### SOURCE MATERIAL
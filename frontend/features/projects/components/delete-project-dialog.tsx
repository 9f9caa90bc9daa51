import type { Project } from "@shared/schemas/api";
import { ConfirmDialog } from "@frontend/components/ui/confirm-dialog";
import { useDeleteProject } from "../api/delete-project";

export function DeleteProjectDialog({
  project,
  open,
  onClose,
  onDeleted,
}: {
  project: Project;
  open: boolean;
  onClose: () => void;
  onDeleted?: () => void;
}) {
  const remove = useDeleteProject();
  function close() {
    remove.reset();
    onClose();
  }
  return (
    <ConfirmDialog
      open={open}
      onClose={close}
      title="Delete this project?"
      confirmLabel="Delete project"
      pending={remove.isPending}
      error={remove.error?.message}
      onConfirm={() =>
        remove.mutate(project.id, {
          onSuccess: () => {
            close();
            onDeleted?.();
          },
        })
      }
    >
      <p>
        <strong className="font-bold text-ink">{project.name}</strong> will be removed for everyone in the workspace, with its stack
        revisions, studies, data sets and reports. This cannot be undone.
      </p>
    </ConfirmDialog>
  );
}
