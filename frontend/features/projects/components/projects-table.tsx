import { useState } from "react";
import { Link } from "react-router";
import type { Project } from "@shared/schemas/api";
import { IconButton } from "@frontend/components/ui/button";
import { PencilIcon, TrashIcon } from "@frontend/components/ui/icons";
import { Table, TableFrame, Td, Th, THead, Tr } from "@frontend/components/ui/table";
import { formatDateTime, formatRelative } from "@frontend/lib/format";
import { DeleteProjectDialog } from "./delete-project-dialog";
import { EditProjectDialog } from "./project-form-dialog";
import { StudyResultChip } from "./study-result-chip";

type Pending = { kind: "edit" | "delete"; project: Project } | null;

export function ProjectsTable({ projects, canWrite }: { projects: Project[]; canWrite: boolean }) {
  const [pending, setPending] = useState<Pending>(null);

  return (
    <>
      <TableFrame>
        <Table aria-label="Projects">
          <THead>
            <tr>
              <Th className="w-[46%]">Project</Th>
              <Th>Owner</Th>
              <Th align="right">Updated</Th>
              <Th>Last study</Th>
              {canWrite ? (
                <Th className="w-20">
                  <span className="sr-only">Actions</span>
                </Th>
              ) : null}
            </tr>
          </THead>
          <tbody>
            {projects.map((project) => (
              <Tr key={project.id} className="group">
                <Td className="py-2">
                  <Link to={`/projects/${project.id}`} className="font-bold text-ink decoration-ink/30 underline-offset-2 hover:underline">
                    {project.name}
                  </Link>
                  {project.description ? <p className="mt-0.5 max-w-xl text-xs text-ink/55">{project.description}</p> : null}
                </Td>
                <Td className="whitespace-nowrap text-ink/80">{project.ownerName ?? <span className="text-ink/40">—</span>}</Td>
                <Td numeric className="text-ink/70">
                  <time dateTime={project.updatedAt} title={formatDateTime(project.updatedAt)}>
                    {formatRelative(project.updatedAt)}
                  </time>
                </Td>
                <Td>
                  <StudyResultChip study={project.lastStudy} />
                </Td>
                {canWrite ? (
                  <Td className="text-right">
                    <div className="flex justify-end gap-0.5 opacity-70 transition-opacity group-hover:opacity-100 focus-within:opacity-100">
                      <IconButton label={`Rename ${project.name}`} onClick={() => setPending({ kind: "edit", project })}>
                        <PencilIcon />
                      </IconButton>
                      <IconButton
                        label={`Delete ${project.name}`}
                        variant="danger-ghost"
                        onClick={() => setPending({ kind: "delete", project })}
                      >
                        <TrashIcon />
                      </IconButton>
                    </div>
                  </Td>
                ) : null}
              </Tr>
            ))}
          </tbody>
        </Table>
      </TableFrame>
      {pending?.kind === "edit" ? (
        <EditProjectDialog key={pending.project.id} project={pending.project} open onClose={() => setPending(null)} />
      ) : null}
      {pending?.kind === "delete" ? (
        <DeleteProjectDialog key={pending.project.id} project={pending.project} open onClose={() => setPending(null)} />
      ) : null}
    </>
  );
}
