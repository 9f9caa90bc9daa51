import type { Project } from "@shared/schemas/api";
import { Alert } from "@frontend/components/ui/alert";

/**
 * Said on every page under an archived project (the editor, a study, a data set, what-if): it is
 * read-only, the server refuses every change under it, so the page offers none. Nothing when open.
 */
export function ArchivedProjectNotice({
  project,
  toDo,
  className = "mb-4",
}: {
  project: Pick<Project, "name"> & Partial<Pick<Project, "archivedAt">>;
  /** what restoring the project would let one do here, e.g. "run this study again" */
  toDo: string;
  className?: string;
}) {
  if (!project.archivedAt) return null;
  return (
    <Alert tone="info" className={className} title={`The project “${project.name}” is archived: read only`}>
      Nothing in an archived project changes. Restore the project from its page to {toDo}.
    </Alert>
  );
}

/** Whether the project is archived (read-only): pages hide their write buttons for it. */
export const isArchived = (project: Partial<Pick<Project, "archivedAt">>) => !!project.archivedAt;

### TASK TO COMPLETE
Gather each line from the entries above that includes the word "title".

### WRITTEN ANSWER
      title="Delete this project?"
                  <time dateTime={project.updatedAt} title={formatDateTime(project.updatedAt)}>
    <Alert tone="info" className={className} title={`The project “${project.name}” is archived: read only`}>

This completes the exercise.